What you need to do :: Once the line containing "self.plain: dict[str, tuple]" is found in the entries below, restate it and each following line word for word, stopping after the line containing "a (memory-ordered) tree".

══════════

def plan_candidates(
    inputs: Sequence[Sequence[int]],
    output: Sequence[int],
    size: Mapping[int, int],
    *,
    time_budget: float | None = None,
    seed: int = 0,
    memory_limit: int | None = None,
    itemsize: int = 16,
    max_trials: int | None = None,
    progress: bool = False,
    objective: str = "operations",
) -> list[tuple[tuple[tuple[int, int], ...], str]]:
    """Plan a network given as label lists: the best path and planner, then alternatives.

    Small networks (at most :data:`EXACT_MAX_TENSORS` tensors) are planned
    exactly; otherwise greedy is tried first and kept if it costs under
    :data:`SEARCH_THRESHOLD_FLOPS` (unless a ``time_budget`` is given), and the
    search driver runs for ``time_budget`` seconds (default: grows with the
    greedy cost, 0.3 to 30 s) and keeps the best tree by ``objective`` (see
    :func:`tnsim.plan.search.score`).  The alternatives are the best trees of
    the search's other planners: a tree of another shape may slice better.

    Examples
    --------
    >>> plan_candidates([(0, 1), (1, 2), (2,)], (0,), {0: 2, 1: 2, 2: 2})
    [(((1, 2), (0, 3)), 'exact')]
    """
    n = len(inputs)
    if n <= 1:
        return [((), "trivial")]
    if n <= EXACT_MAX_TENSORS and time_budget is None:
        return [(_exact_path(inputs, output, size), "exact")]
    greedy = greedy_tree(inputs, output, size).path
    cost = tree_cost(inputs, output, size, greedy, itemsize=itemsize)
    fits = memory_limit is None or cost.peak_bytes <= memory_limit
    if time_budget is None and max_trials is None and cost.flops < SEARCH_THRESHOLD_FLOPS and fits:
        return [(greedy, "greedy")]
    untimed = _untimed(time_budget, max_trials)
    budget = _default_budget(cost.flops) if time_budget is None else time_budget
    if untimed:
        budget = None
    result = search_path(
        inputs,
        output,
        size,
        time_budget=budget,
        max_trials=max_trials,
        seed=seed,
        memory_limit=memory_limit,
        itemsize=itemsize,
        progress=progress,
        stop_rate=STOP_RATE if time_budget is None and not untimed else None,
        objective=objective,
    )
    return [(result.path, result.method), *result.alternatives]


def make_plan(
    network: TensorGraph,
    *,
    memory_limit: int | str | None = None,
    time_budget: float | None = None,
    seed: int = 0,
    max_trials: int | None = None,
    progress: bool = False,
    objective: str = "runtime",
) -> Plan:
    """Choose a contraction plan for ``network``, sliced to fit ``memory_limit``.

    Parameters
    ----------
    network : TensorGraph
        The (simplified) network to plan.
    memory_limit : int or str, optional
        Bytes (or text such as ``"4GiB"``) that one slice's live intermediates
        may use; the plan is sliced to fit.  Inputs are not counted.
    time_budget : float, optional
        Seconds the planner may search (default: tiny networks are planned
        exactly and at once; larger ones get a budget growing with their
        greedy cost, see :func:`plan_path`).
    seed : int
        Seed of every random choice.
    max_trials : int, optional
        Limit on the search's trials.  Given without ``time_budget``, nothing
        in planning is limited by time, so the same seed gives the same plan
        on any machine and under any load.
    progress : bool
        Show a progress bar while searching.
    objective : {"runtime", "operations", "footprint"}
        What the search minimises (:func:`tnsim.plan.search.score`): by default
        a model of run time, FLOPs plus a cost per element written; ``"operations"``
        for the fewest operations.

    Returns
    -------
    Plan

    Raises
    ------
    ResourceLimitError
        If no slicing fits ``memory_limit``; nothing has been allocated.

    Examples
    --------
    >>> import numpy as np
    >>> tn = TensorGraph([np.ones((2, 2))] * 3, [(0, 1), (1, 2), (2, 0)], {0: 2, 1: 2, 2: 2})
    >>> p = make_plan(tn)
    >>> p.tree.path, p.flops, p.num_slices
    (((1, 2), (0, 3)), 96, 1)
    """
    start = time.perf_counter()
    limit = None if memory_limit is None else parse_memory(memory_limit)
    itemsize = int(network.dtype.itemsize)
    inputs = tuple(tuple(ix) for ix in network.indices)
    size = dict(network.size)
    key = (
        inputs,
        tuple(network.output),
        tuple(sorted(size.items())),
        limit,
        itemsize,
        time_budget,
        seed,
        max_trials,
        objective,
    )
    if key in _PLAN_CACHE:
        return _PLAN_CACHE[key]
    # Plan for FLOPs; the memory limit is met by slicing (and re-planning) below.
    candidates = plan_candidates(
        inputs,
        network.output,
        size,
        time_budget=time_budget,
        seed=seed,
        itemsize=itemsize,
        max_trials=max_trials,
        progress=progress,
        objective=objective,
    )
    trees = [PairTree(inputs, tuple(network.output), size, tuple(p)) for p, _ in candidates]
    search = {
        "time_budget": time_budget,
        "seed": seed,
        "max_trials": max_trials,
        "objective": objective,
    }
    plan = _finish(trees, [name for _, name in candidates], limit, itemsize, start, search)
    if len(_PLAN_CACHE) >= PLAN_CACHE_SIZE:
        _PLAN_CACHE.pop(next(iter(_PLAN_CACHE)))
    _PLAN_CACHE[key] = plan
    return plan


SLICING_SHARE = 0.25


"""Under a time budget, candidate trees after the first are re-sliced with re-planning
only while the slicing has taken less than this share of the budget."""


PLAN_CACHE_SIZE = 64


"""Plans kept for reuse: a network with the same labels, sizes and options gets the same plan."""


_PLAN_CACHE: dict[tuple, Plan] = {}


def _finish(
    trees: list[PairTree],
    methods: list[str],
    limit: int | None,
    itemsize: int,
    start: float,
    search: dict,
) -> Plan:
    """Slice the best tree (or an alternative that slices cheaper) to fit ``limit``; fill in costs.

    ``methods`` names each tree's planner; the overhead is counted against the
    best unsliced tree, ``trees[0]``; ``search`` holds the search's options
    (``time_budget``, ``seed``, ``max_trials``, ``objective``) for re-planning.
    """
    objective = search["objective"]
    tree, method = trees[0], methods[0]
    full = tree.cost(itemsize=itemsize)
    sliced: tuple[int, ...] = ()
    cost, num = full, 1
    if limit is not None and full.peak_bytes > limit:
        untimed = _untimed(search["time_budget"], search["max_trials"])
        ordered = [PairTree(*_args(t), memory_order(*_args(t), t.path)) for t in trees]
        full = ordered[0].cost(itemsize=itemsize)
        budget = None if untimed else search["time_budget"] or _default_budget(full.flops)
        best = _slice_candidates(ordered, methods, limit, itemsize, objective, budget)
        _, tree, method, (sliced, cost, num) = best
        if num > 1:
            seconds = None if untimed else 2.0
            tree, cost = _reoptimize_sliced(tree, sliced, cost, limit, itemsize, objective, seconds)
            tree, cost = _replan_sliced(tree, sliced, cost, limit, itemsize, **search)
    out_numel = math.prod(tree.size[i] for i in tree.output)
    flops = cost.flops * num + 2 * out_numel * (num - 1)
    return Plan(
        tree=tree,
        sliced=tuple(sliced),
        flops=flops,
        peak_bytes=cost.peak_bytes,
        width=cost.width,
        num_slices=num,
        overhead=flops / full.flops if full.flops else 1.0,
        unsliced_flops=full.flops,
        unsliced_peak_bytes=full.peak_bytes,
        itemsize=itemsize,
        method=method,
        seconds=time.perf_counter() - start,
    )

══════════

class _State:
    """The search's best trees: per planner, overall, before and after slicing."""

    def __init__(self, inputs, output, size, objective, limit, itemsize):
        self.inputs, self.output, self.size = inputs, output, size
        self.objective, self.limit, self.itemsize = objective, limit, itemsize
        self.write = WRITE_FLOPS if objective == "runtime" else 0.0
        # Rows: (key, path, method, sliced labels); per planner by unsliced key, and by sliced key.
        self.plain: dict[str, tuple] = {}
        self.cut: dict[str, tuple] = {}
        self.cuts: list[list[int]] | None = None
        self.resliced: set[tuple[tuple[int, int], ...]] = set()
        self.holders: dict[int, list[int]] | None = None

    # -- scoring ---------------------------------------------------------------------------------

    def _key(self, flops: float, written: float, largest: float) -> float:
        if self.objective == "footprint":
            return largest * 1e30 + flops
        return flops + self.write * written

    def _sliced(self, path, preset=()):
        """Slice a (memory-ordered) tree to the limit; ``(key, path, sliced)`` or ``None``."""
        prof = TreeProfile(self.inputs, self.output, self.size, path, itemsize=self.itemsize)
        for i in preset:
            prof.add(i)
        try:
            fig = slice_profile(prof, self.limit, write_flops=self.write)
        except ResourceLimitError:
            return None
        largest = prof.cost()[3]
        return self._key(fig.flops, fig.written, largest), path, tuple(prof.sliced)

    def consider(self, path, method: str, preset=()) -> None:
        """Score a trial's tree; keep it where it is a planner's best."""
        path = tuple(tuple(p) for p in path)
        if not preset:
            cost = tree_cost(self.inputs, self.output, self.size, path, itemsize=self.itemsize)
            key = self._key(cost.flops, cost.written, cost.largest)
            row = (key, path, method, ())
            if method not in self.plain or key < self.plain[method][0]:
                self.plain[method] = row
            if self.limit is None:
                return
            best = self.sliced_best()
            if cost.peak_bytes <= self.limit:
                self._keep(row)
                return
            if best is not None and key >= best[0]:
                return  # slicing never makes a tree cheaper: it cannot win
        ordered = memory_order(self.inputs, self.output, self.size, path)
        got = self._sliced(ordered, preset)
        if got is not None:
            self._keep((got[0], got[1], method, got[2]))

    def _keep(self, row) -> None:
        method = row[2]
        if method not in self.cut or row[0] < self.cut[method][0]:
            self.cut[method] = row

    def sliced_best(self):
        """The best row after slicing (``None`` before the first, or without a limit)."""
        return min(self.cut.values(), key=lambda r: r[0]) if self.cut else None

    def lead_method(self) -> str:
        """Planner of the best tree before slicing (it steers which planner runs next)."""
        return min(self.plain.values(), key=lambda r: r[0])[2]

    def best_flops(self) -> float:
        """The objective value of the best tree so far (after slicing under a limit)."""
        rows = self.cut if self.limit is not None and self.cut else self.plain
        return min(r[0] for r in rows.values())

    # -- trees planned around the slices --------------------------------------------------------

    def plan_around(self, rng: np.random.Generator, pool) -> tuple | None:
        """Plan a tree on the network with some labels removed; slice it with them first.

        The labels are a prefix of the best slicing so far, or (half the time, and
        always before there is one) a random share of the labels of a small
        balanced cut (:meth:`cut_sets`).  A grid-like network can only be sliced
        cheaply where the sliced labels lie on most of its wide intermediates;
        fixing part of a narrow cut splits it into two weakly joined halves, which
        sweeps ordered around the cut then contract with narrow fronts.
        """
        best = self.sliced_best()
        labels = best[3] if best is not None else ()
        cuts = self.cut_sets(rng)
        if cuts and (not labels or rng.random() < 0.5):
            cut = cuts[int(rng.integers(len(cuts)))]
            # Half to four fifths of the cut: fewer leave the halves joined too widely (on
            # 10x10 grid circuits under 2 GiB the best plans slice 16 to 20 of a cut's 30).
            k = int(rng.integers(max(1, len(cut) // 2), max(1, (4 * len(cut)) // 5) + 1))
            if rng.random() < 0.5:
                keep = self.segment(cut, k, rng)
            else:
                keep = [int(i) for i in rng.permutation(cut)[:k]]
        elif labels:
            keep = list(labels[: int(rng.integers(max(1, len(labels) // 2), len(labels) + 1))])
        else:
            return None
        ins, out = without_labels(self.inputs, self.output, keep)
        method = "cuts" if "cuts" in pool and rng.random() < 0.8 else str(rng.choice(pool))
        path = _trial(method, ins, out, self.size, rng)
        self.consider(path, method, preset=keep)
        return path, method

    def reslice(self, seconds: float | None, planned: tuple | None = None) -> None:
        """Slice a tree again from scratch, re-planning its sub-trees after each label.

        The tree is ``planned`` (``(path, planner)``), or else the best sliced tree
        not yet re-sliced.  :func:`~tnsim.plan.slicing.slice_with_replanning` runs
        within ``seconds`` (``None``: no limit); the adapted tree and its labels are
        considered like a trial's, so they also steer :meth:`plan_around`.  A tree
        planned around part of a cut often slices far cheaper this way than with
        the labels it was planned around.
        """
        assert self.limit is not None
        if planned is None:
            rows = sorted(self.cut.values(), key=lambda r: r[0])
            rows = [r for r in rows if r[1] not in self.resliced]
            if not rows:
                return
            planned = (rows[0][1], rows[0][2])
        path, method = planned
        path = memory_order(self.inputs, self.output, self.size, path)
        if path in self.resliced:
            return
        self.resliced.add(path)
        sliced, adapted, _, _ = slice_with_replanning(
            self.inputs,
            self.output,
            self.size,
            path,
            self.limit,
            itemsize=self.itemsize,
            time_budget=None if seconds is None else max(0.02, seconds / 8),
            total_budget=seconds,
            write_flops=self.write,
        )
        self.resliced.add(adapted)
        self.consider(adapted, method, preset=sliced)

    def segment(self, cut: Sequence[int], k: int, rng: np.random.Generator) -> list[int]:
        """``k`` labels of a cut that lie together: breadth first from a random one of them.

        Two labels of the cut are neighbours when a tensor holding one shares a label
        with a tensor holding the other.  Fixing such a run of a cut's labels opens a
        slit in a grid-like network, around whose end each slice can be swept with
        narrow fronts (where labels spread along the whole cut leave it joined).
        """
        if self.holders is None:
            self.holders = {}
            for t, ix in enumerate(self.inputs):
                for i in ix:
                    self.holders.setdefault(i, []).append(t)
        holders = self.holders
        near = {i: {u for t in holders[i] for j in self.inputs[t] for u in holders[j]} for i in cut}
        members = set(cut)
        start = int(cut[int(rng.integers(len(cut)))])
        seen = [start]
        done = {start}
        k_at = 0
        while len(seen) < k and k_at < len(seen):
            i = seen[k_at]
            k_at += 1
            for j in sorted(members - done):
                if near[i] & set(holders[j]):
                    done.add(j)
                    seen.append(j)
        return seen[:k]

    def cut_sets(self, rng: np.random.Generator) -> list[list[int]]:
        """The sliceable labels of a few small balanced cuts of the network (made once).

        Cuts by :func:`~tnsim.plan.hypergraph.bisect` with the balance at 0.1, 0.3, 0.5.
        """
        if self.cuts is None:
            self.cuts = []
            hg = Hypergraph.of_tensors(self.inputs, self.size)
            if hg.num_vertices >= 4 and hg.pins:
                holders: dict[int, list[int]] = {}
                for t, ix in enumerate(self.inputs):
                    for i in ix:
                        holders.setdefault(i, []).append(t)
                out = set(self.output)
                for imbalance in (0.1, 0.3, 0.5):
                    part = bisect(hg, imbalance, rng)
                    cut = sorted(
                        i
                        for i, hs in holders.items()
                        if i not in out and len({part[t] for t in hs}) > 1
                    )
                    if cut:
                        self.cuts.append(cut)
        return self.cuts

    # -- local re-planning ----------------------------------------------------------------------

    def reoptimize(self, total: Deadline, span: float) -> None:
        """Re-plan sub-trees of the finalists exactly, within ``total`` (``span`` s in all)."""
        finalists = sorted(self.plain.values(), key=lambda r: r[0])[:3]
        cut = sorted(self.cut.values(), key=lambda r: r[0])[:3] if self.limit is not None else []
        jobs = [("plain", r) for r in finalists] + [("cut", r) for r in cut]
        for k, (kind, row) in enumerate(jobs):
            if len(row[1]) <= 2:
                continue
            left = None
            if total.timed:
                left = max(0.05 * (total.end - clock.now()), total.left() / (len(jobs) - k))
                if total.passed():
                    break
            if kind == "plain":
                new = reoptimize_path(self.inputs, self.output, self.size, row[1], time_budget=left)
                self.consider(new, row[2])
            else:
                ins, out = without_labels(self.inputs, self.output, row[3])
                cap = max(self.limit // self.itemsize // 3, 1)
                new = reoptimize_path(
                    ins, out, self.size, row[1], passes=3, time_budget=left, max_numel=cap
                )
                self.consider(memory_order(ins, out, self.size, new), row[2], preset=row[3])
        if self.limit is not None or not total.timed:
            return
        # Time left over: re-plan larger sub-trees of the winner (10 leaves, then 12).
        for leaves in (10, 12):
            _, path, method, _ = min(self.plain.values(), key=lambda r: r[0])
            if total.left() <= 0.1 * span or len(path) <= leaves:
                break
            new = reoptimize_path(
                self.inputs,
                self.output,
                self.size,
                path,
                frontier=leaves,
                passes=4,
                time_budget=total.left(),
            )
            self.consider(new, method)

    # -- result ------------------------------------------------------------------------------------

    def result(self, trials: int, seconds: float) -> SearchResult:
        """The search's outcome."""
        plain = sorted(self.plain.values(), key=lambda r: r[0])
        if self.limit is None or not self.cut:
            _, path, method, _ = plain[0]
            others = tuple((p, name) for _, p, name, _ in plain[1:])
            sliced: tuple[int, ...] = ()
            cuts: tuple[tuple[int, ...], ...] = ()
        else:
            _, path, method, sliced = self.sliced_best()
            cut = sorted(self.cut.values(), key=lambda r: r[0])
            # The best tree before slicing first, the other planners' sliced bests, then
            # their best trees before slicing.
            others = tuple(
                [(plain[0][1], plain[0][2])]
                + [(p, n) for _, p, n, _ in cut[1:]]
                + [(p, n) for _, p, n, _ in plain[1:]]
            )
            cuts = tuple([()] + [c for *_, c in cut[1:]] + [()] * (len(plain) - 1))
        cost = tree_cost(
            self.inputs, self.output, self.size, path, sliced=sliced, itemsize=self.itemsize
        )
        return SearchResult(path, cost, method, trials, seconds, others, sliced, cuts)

══════════

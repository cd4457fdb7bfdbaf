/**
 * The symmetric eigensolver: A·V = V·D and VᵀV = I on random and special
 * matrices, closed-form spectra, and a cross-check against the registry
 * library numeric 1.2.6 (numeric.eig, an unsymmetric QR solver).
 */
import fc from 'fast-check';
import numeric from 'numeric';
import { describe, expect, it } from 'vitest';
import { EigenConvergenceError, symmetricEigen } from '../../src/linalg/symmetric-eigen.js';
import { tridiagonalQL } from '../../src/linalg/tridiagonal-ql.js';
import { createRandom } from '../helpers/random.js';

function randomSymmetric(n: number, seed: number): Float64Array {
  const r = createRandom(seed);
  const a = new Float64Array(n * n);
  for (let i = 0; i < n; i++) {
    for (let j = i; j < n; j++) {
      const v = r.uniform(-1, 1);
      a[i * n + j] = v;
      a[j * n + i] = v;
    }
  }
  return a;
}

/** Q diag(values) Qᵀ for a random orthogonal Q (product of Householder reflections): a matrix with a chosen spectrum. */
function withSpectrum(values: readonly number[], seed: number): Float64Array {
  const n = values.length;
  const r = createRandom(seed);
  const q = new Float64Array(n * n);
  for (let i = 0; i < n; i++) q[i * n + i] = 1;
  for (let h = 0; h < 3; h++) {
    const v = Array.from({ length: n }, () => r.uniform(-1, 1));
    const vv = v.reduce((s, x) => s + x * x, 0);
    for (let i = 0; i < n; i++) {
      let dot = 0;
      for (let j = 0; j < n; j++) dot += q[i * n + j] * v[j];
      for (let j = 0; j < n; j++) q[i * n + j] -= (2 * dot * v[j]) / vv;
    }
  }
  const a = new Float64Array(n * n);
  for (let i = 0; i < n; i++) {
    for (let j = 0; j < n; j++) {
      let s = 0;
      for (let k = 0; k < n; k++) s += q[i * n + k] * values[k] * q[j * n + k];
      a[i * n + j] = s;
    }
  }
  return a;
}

══════════

Solution ::
        self.plain: dict[str, tuple] = {}
        self.cut: dict[str, tuple] = {}
        self.cuts: list[list[int]] | None = None
        self.resliced: set[tuple[tuple[int, int], ...]] = set()
        self.holders: dict[int, list[int]] | None = None

    # -- scoring ---------------------------------------------------------------------------------

    def _key(self, flops: float, written: float, largest: float) -> float:
        if self.objective == "footprint":
            return largest * 1e30 + flops
        return flops + self.write * written

    def _sliced(self, path, preset=()):
        """Slice a (memory-ordered) tree to the limit; ``(key, path, sliced)`` or ``None``."""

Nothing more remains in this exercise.